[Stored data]

******************************

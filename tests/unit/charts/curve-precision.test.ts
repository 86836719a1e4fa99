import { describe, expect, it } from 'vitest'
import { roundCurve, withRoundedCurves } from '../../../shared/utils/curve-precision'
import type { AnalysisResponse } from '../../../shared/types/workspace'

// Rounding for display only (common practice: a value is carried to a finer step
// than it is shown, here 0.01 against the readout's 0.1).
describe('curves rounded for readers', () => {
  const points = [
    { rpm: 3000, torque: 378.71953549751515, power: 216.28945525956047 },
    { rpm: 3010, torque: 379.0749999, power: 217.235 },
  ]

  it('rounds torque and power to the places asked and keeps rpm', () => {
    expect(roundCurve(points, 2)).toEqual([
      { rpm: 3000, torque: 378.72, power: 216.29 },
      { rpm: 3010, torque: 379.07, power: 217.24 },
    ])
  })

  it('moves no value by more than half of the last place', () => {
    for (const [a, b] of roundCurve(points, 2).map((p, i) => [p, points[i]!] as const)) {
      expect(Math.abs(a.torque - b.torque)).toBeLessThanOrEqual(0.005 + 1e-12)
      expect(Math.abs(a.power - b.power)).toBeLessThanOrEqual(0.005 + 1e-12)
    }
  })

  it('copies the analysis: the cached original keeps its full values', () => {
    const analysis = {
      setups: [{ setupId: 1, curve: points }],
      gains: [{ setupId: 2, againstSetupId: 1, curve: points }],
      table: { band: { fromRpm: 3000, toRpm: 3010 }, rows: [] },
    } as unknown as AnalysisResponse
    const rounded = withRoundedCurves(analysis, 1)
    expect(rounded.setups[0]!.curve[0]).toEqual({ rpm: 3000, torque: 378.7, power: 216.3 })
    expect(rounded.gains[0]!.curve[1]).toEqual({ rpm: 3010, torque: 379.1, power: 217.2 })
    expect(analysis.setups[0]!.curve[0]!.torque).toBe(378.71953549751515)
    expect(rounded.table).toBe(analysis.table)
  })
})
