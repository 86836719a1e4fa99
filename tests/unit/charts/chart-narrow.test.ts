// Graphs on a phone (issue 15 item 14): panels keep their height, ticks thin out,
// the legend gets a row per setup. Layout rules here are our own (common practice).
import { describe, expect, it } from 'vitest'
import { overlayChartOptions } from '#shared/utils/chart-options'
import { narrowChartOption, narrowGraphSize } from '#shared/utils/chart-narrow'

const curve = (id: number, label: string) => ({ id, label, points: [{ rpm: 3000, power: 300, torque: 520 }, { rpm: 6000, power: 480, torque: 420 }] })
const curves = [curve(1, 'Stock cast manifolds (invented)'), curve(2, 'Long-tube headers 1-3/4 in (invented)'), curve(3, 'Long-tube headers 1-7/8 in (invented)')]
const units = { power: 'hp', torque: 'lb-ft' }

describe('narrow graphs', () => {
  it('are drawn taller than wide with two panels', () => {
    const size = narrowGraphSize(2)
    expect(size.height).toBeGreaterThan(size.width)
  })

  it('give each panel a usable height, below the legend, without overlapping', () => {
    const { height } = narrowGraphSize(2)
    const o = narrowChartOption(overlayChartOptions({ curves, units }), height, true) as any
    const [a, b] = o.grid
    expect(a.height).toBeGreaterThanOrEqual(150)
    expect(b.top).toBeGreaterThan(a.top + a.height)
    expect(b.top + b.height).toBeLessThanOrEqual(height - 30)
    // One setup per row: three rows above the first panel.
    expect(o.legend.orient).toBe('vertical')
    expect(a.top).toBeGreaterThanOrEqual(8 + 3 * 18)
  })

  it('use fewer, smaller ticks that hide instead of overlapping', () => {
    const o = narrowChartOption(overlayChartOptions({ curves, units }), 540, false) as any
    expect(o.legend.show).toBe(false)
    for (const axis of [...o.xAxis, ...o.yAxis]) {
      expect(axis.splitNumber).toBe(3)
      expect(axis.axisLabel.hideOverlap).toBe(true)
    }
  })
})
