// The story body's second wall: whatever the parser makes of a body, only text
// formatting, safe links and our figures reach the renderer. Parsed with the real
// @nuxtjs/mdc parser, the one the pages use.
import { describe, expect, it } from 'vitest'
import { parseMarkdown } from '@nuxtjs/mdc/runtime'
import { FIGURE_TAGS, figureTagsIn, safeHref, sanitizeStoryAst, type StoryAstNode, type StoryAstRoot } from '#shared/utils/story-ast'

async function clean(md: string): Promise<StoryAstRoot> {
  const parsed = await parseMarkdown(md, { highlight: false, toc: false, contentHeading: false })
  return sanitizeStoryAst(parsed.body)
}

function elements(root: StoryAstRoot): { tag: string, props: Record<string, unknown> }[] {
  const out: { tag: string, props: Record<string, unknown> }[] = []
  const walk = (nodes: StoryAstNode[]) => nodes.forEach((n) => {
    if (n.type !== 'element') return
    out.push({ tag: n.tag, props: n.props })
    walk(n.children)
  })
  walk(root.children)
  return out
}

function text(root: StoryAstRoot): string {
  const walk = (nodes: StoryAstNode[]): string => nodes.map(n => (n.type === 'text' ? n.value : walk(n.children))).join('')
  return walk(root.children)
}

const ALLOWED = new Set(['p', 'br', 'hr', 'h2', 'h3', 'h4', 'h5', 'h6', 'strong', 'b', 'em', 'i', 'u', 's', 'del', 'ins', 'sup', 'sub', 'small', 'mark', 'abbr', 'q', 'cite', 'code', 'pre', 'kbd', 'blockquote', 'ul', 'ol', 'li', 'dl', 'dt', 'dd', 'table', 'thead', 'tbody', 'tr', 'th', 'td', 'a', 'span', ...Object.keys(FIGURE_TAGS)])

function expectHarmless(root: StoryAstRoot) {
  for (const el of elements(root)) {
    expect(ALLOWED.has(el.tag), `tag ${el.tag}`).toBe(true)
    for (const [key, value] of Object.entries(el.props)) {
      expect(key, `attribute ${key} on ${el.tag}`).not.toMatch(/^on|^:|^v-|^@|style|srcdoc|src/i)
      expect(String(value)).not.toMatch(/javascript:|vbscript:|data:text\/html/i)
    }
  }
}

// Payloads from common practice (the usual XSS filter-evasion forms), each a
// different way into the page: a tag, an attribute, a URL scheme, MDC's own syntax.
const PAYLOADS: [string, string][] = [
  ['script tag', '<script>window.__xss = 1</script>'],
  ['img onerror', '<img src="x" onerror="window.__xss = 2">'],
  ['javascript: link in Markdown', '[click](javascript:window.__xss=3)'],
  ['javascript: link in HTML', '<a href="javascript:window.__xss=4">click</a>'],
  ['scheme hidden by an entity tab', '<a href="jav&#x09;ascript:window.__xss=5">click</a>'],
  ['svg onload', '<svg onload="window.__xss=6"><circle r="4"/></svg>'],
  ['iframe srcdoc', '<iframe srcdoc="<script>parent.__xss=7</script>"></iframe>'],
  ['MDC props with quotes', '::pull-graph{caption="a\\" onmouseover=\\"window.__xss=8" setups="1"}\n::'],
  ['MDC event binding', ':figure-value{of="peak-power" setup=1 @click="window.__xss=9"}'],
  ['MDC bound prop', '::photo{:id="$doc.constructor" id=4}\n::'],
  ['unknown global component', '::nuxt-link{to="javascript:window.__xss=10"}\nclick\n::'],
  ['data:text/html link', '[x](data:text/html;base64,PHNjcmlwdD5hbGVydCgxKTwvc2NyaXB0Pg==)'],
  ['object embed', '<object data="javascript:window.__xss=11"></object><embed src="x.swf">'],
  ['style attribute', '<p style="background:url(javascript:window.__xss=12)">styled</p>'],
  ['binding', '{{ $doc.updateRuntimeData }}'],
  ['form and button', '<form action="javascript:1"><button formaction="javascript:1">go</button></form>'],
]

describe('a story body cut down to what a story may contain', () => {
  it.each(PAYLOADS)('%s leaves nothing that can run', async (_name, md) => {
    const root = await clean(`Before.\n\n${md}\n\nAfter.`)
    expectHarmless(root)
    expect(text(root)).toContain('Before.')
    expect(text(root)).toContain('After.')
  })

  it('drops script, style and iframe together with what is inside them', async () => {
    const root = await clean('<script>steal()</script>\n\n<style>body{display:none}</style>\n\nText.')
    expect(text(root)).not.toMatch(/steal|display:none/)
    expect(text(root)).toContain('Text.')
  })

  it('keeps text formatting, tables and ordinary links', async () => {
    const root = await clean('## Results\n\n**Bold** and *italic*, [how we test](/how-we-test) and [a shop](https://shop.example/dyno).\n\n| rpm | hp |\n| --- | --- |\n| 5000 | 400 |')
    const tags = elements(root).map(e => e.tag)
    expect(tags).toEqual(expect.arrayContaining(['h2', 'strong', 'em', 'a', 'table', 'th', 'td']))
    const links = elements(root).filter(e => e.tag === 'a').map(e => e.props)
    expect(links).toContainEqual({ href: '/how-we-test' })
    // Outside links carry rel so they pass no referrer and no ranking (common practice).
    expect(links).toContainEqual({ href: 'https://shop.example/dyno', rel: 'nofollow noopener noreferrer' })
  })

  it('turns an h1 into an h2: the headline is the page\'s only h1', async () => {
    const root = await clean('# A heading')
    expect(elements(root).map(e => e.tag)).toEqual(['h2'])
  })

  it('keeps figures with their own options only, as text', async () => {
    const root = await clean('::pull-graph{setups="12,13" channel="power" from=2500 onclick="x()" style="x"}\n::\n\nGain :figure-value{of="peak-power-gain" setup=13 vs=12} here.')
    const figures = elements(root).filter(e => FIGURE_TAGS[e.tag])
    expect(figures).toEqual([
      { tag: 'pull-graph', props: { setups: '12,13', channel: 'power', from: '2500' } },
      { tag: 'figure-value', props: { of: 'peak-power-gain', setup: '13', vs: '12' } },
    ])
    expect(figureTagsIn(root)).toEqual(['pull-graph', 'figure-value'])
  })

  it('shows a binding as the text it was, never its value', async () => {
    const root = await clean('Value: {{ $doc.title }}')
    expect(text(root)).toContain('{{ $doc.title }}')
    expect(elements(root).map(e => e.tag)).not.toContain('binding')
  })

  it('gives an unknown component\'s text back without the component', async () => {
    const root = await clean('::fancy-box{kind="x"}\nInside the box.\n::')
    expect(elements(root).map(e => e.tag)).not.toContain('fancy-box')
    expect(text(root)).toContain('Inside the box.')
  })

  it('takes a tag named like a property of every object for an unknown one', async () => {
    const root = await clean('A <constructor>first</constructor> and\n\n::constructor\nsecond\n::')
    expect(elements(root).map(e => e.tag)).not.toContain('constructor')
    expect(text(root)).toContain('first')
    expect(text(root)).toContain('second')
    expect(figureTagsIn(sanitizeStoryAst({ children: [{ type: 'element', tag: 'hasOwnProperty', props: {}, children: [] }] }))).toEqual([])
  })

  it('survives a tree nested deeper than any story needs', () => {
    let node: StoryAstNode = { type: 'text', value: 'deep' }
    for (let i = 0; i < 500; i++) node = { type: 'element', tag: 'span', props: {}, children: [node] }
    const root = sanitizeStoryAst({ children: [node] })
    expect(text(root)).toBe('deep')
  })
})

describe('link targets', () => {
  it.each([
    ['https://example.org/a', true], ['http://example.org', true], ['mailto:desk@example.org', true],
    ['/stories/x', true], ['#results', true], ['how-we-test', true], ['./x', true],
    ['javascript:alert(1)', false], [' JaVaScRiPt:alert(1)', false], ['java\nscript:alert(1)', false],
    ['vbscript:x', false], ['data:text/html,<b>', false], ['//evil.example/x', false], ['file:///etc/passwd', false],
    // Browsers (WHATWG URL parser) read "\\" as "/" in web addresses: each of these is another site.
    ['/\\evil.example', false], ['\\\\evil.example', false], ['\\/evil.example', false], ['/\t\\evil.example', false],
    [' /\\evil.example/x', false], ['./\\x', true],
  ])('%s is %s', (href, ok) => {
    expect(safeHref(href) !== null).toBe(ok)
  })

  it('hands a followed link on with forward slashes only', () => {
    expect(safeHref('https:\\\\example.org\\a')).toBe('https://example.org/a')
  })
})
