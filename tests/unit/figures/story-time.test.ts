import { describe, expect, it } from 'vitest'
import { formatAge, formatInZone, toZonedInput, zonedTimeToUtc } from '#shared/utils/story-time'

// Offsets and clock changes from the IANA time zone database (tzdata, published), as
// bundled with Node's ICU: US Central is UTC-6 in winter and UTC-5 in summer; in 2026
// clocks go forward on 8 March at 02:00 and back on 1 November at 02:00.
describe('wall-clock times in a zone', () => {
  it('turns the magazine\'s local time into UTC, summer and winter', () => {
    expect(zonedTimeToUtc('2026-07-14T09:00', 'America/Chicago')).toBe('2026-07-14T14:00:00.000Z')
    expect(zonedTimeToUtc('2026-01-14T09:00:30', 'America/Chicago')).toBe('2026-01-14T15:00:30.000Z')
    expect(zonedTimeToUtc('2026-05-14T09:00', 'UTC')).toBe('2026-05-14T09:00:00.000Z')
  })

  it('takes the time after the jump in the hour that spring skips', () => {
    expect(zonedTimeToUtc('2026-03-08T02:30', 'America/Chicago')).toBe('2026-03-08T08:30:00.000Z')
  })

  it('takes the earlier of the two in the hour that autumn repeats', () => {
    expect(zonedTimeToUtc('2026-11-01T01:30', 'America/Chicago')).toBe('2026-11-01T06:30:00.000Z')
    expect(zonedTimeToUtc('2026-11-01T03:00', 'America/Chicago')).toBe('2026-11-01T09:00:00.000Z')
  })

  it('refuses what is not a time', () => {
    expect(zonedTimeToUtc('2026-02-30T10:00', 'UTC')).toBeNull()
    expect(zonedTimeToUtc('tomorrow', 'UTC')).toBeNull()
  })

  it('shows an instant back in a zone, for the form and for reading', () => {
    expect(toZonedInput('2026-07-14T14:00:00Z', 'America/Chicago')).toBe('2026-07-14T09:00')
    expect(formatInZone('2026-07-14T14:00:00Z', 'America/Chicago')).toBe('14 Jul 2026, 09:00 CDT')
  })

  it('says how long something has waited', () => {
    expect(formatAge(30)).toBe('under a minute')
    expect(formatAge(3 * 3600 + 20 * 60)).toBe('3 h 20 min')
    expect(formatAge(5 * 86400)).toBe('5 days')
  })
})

******************************

▶ **Exercise brief**: Go through the data and gather every line that holds "parseMarkdown".

▶ **Written response**:
import { parseMarkdown } from '@nuxtjs/mdc/runtime'
  const parsed = await parseMarkdown(md, { highlight: false, toc: false, contentHeading: false })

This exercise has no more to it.